→ **Your goal**: From the records below, output exactly the lines running from the line containing "from pathlib import Path" through the line containing "from being read.", and no others.
Top of Material to process
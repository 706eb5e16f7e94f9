"""A look at a file nobody has described: tables, times, columns, numbers and words, with evidence and questions."""

from __future__ import annotations

from collections.abc import Mapping as Answers
from collections.abc import Sequence
from dataclasses import dataclass, field
from pathlib import Path

from reporter.collecting import without_collecting
from reporter.errors import RecordError
from reporter.intake.foreign import bulk
from reporter.intake.foreign.columns import Columns, Lane, mapped
from reporter.intake.foreign.grid import Grid, letters, read_grid
from reporter.intake.foreign.mapping import MappedColumn, Mapping
from reporter.intake.foreign.missing import what_is_there
from reporter.intake.foreign.model import Desk, Option, Question
from reporter.intake.foreign.numbers import NumberStyle, style_of
from reporter.intake.foreign.process import is_plant_log, process_columns
from reporter.intake.foreign.sort import sort_rows
from reporter.intake.foreign.tables import Table, at, find_tables, is_timelike, timed_rows
from reporter.intake.foreign.timebase import TimeBase, time_base, time_columns
from reporter.intake.foreign.times import TimeStyle
from reporter.intake.foreign.wording import words_of
from reporter.intake.foreign.words import units_in
from reporter.problems import Problem, problem

#: Columns left out that are named.
NAMED = 6


@dataclass(frozen=True, slots=True)
class Look:
    """What a look found: the grid, its tables, evidence in words, open questions, and what keeps it from being read.

    `mapping` is the reading so far; it is whole only where no question is open and no problem was found.
    """

    grid: Grid
    tables: tuple[Table, ...] = ()
    questions: tuple[Question, ...] = ()
    evidence: tuple[str, ...] = ()
    problems: tuple[Problem, ...] = ()
    mapping: Mapping | None = None
    answers: Answers[str, str] = field(default_factory=dict)


def look(path: str | Path, answers: Answers[str, str] | None = None) -> Look:
    """Look at a file.

    Parameters
    ----------
    path
        Any text table or workbook.
    answers
        Answers to questions of an earlier look, by key.

    Returns
    -------
    Look
        Nothing is raised for what is in the file.
    """
    return look_at_grid(read_grid(path), answers or {})


@without_collecting()
def look_at_grid(grid: Grid, answers: Answers[str, str]) -> Look:
    """The same for a grid already read."""
    desk = Desk(answers, grid.source.name)
    if not grid.pages:
        return Look(grid, problems=grid.problems, answers=answers)
    if grid.kind == "text":
        named = {"\t": "tab", ";": "semicolon", ",": "comma", "|": "bar"}[grid.delimiter]
        desk.say(f"text in {grid.encoding}, cells parted by {named}")
    tables = tuple(table for table in find_tables(grid) if table.last > table.first)
    candidates = [table for table in tables if time_columns(table)]
    if candidates:
        candidates = [table for table in tables if table in candidates or timed_rows(table)]
    if not candidates:
        place = grid.place(grid.pages[0], 0, 0)
        found = what_is_there(grid, tables)
        return Look(
            grid, tables, problems=(*grid.problems, problem("no-readings-table", place, found)), answers=answers
        )
    chosen, hidden = _chosen(candidates, desk)
    mapping = _mapping(grid, chosen, hidden, desk) if chosen else None
    return Look(grid, tables, tuple(desk.open), tuple(desk.evidence), grid.problems, mapping, answers)


def mapping_of(found: Look, answers: Answers[str, str] | None = None, *, name: str = "") -> Mapping:
    """The mapping of a look and the answers to its questions.

    Raises
    ------
    RecordError
        A question is open, or the file cannot be read.
    """
    if answers:
        found = look_at_grid(found.grid, {**found.answers, **answers})
    if found.questions:
        raise RecordError(f"open questions: {', '.join(q.key for q in found.questions)}", found.grid.source.name)
    if found.mapping is None:
        said = "; ".join(p.title for p in found.problems) or "no table of readings"
        raise RecordError(said, found.grid.source.name)
    own = found.mapping
    return Mapping(name or own.name, own.kind, own.columns, own.time, own.numbers, own.words, own.hidden, own.version)


def _chosen(candidates: Sequence[Table], desk: Desk) -> tuple[list[Table], str]:
    """The tables of one shape that hold the readings, and what to do with hidden sheets."""
    shapes: dict[tuple[str, ...], list[Table]] = {}
    for table in candidates:
        shapes.setdefault(table.signature, []).append(table)
    groups = list(shapes.values())
    if len(groups) > 1:
        options = [Option(str(n), group[0].words()) for n, group in enumerate(groups, start=1)]
        answer = desk.ask(
            "table",
            "Which table holds the readings? If several do, export each as a file of its own",
            f"{len(groups)} tables of different shape",
            options,
        )
        if not answer:
            return [], ""
        groups = [groups[int(answer) - 1]]
    group = groups[0]
    secret = [table for table in group if table.page.hidden]
    hidden = "read"
    if secret and len(secret) < len(group):
        found = ", ".join(sorted({table.page.sheet for table in secret}))
        options = [Option("read"), Option("leave out")]
        hidden = desk.ask("hidden-sheets", "Are the hidden sheets part of the readings?", found, options)
        group = [table for table in group if not table.page.hidden or hidden == "read"]
    for table in candidates:
        if table not in group:
            desk.say(f"left aside: {table.words()}")
    for table in group:
        desk.say(f"readings: {table.words()}")
        if table.page.hidden:
            desk.say(f"sheet {table.page.sheet!r} is hidden; it is read")
        if hid := sum(1 for row in table.page.hidden_rows if table.first <= row < table.last):
            desk.say(f"{hid} hidden rows of sheet {table.page.sheet!r} are read")
        if own := [letters(column) for column in table.columns if column in table.page.hidden_columns]:
            desk.say(f"hidden columns of sheet {table.page.sheet!r} are read like the others: {', '.join(own)}")
        for text in table.page.comment_words():
            desk.say(text)
    return group, hidden


def _mapping(grid: Grid, tables: Sequence[Table], hidden: str, desk: Desk) -> Mapping | None:
    table = tables[0]
    of_plant = is_plant_log(table, desk)
    base = None if of_plant is None else time_base(grid, tables, desk, of_plant=of_plant)
    if base is None:
        return None
    if of_plant:
        return _of_plant(grid, tables, base, hidden=hidden, desk=desk)
    rows, columns = _data_rows(tables, base), []
    reader = Columns(grid, table, rows[0], desk)
    lanes, ignored = reader.lanes(base.columns)
    lanes = [_extended(lane, tables, rows, table) for lane in lanes]
    _say_rows(rows, desk)
    numbers = _numbers(lanes, desk)
    lanes, corrected = reader.uncorrected(lanes, numbers)
    ignored |= corrected
    lanes = [reader.with_basis(reader.with_units(lane, numbers)) for lane in lanes]
    words = words_of(lanes, numbers, desk, grid)
    left: dict[str, list[str]] = {}
    if not lanes:
        return None
    for column, header in zip(table.columns, table.headers, strict=True):
        lane = next((one for one in lanes if one.column == column), None)
        if column in base.columns:
            columns.append(MappedColumn(header, "time"))
        elif lane is not None:
            columns.append(mapped(lane, lanes))
        else:
            columns.append(MappedColumn(header, "ignore", why=ignored.get(column, "")))
            left.setdefault(ignored.get(column, "") or "asked about", []).append(f"{letters(column)} ({header!r})")
    _say_left_out(left, desk)
    style = TimeStyle(base.order, base.stamp, base.zone, base.day, base.written)
    return Mapping(Path(grid.source.name).stem, grid.kind, tuple(columns), style, numbers, words, hidden)


def _say_left_out(left: Answers[str, Sequence[str]], desk: Desk) -> None:
    """Say which columns are left out, by the reason; of many with one reason the first ones."""
    for why, names in left.items():
        more = f" and {len(names) - NAMED} more" if len(names) > NAMED else ""
        desk.say(f"column{'s' if len(names) > 1 else ''} {', '.join(names[:NAMED])}{more}: left out, {why}")


def _of_plant(grid: Grid, tables: Sequence[Table], base: TimeBase, *, hidden: str, desk: Desk) -> Mapping:
    """The mapping of a plant's own log."""
    table, rows = tables[0], _data_rows(tables, base)
    _say_rows(rows, desk)
    columns = process_columns(grid, tables, base.columns, desk)
    own = [column for column, mapped in zip(table.columns, columns, strict=True) if mapped.use == "process"]
    texts = [c for row in rows[0] for column in own if isinstance(c := at(table.page.rows[row], column), str)]
    numbers = style_of(texts, (), desk)
    style = TimeStyle(base.order, base.stamp, base.zone, base.day, base.written)
    return Mapping(Path(grid.source.name).stem, grid.kind, columns, style, numbers, (), hidden)


def _data_rows(tables: Sequence[Table], base: TimeBase) -> list[list[int]]:
    """The rows of readings of each table, as far as the order of the dates is known."""
    found = []
    for table in tables:
        times = [table.columns[tables[0].columns.index(column)] for column in base.columns]
        others = [column for column in table.columns if column not in times]
        if base.order:
            known = bulk.rows_known(table, times, others, base.order)
            rest = [s.row for s in sort_rows(table, times, others, base.order, known=known) if s.stamps]
            found.append(sorted([*known, *rest]))
        else:
            rows = range(table.first, table.last)
            cells = table.page.rows
            found.append([r for r in rows if any(is_timelike(cells[r][c]) for c in times if c < len(cells[r]))])
    return found


def _extended(lane: Lane, tables: Sequence[Table], rows: Sequence[Sequence[int]], first: Table) -> Lane:
    """A lane with the cells of the further tables of its shape."""
    cells = list(lane.cells)
    position = first.columns.index(lane.column)
    for table, own in zip(tables[1:], rows[1:], strict=True):
        column = table.columns[position]
        cells += [table.page.rows[r][column] if column < len(table.page.rows[r]) else None for r in own]
    return Lane(
        lane.column, lane.header, tuple(cells), lane.gas, lane.unit, lane.basis, lane.correction, lane.corrected
    )


def _say_rows(rows: Sequence[Sequence[int]], desk: Desk) -> None:
    desk.say(f"{sum(map(len, rows))} rows of readings")


def _numbers(lanes: Sequence[Lane], desk: Desk) -> NumberStyle:
    texts = [cell for lane in lanes for cell in lane.cells if isinstance(cell, str)]
    shares = [lane for lane in lanes if [unit.unit for unit in units_in(lane.header)] == ["%"]]
    percents = [cell for lane in shares for cell in lane.cells if isinstance(cell, str)]
    return style_of(texts, percents, desk)
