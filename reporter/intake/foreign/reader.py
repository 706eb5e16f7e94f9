"""The tables of one file on their way to one series: ordinary rows of long tables by column, others cell by cell."""

from __future__ import annotations

from collections.abc import Iterator, Sequence
from dataclasses import dataclass, field
from datetime import date, datetime

import numpy as np

from reporter.intake.dates import Fault
from reporter.intake.foreign import bulk
from reporter.intake.foreign.grid import Grid, Page, letters
from reporter.intake.foreign.mapping import Mapping
from reporter.intake.foreign.model import Desk
from reporter.intake.foreign.moments import moments_of
from reporter.intake.foreign.numbers import FRACTION_BELOW, hundredfold, style_of
from reporter.intake.foreign.parts import Column, Lane, Part, put_among
from reporter.intake.foreign.sort import Sorted, sort_rows, usual_length
from reporter.intake.foreign.tables import Table, at
from reporter.intake.foreign.times import joined, order_of
from reporter.intake.foreign.unit_rows import other_units
from reporter.intake.foreign.wording import read_cell
from reporter.intake.gather import Gathered
from reporter.intake.table import Raw
from reporter.logged import CODE, STAMPS, Counts, LoggedColumn, LoggedRows, Texts, Where, objects
from reporter.problems import Place
from reporter.record import Reading, ReadingKind

#: Rows whose texts are taken out at a time.
_CHUNK = 2_000


@dataclass(frozen=True, slots=True)
class LeftOut:
    """A row that is no reading: its place and why."""

    place: Place
    why: str


@dataclass(frozen=True, slots=True)
class _Said:
    """A problem of one cell, with what its turn among the problems of a table follows from."""

    turn: tuple[bool, int, int]
    code: str
    place: Place
    found: str
    expected: str = ""
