"""Rows of averages, totals and the like: whether each number is the statistic of its column that its label claims."""

from __future__ import annotations

import re
from collections.abc import Callable, Sequence
from statistics import fmean

from reporter.intake.foreign.numbers import NumberStyle, hundredfold, number
from reporter.intake.foreign.tables import Table, at
from reporter.intake.foreign.words import statistic_of
from reporter.intake.table import Raw, clean, plain_number

_STATISTICS: dict[str, Callable[[Sequence[float]], float]] = {"mean": fmean, "sum": sum, "highest": max, "lowest": min}
#: A stored number is as near to its statistic; a typed one stands within one of its last digit.
NEAR = 1e-6
#: Rows of one table that are held against the whole column and not only against the rows since the one before.
WHOLE = 20


class Feet:
    """The rows at the foot of one table, as they come; each may sum up its whole column or the part since the last."""

    def __init__(self, table: Table, readings: Sequence[int]) -> None:
        self.table, self.readings = table, readings
        self.part = 0
        self.checked = 0

    def differs(self, row: int, kept: Sequence[int], label: str) -> str:
        """What of a row is not the statistic that its label names, in words; empty where it is, or names none."""
        rows, self.part = list(kept[self.part :]), len(kept)
        name = statistic_of(label)
        if name not in _STATISTICS or not kept:
            return ""
        said = self._against(row, rows, name) if rows else "?"
        if said and self.checked < WHOLE:
            self.checked += 1
            said = self._against(row, kept, name)
        return "" if said == "?" else said

    def _against(self, row: int, rows: Sequence[int], name: str) -> str:
        """The first number that is not the statistic of these rows, with that statistic."""
        words: list[str] = []
        for style in (NumberStyle("."), NumberStyle(",")):
            found, compared = "", 0
            for column in self.readings:
                cell = at(self.table.page.rows[row], column)
                value = self._number(row, column, style)
                own = self._numbers(rows, column, style)
                if value is None or not own:
                    continue
                compared += 1
                truth = _STATISTICS[name](own)
                if abs(value - truth) > _slack(cell, value):
                    header = self.table.headers[self.table.columns.index(column)]
                    found = f"{plain_number(value)} under {header!r} is not the {name} of the readings, {truth:.6g}"
                    break
            if compared and not found:
                return ""
            words += [found] if found else []
        return next(iter(words), "")

    def _numbers(self, rows: Sequence[int], column: int, style: NumberStyle) -> list[float]:
        """The numbers of a column in some rows; each different cell is read once."""
        cells = [cell for cell in self.table.page.columns([column], rows)[0] if not isinstance(cell, bool)]
        if any(own == column for _, own in self.table.page.percent):
            return [v for row in rows if (v := self._number(row, column, style)) is not None]
        known = {cell: number(cell, style) for cell in set(cells)}
        return [v for cell in cells if (v := known[cell]) is not None]

    def _number(self, row: int, column: int, style: NumberStyle) -> float | None:
        value = number(at(self.table.page.rows[row], column), style)
        return hundredfold(value) if value is not None and (row, column) in self.table.page.percent else value


def _slack(cell: Raw, value: float) -> float:
    """How far a number may stand from its statistic: one of its last digit, where it is typed."""
    if not isinstance(cell, str):
        return NEAR * max(1.0, abs(value))
    part = re.search(r"[.,](\d+)\s*(?:[^\d\s].*)?$", clean(cell))
    return 1.01 * float(10.0 ** -(len(part[1]) if part else 0))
Bottom of Material to process
→ **Task answer**:
from pathlib import Path

from reporter.collecting import without_collecting
from reporter.errors import RecordError
from reporter.intake.foreign import bulk
from reporter.intake.foreign.columns import Columns, Lane, mapped
from reporter.intake.foreign.grid import Grid, letters, read_grid
from reporter.intake.foreign.mapping import MappedColumn, Mapping
from reporter.intake.foreign.missing import what_is_there
from reporter.intake.foreign.model import Desk, Option, Question
from reporter.intake.foreign.numbers import NumberStyle, style_of
from reporter.intake.foreign.process import is_plant_log, process_columns
from reporter.intake.foreign.sort import sort_rows
from reporter.intake.foreign.tables import Table, at, find_tables, is_timelike, timed_rows
from reporter.intake.foreign.timebase import TimeBase, time_base, time_columns
from reporter.intake.foreign.times import TimeStyle
from reporter.intake.foreign.wording import words_of
from reporter.intake.foreign.words import units_in
from reporter.problems import Problem, problem

#: Columns left out that are named.
NAMED = 6


@dataclass(frozen=True, slots=True)
class Look:
    """What a look found: the grid, its tables, evidence in words, open questions, and what keeps it from being read.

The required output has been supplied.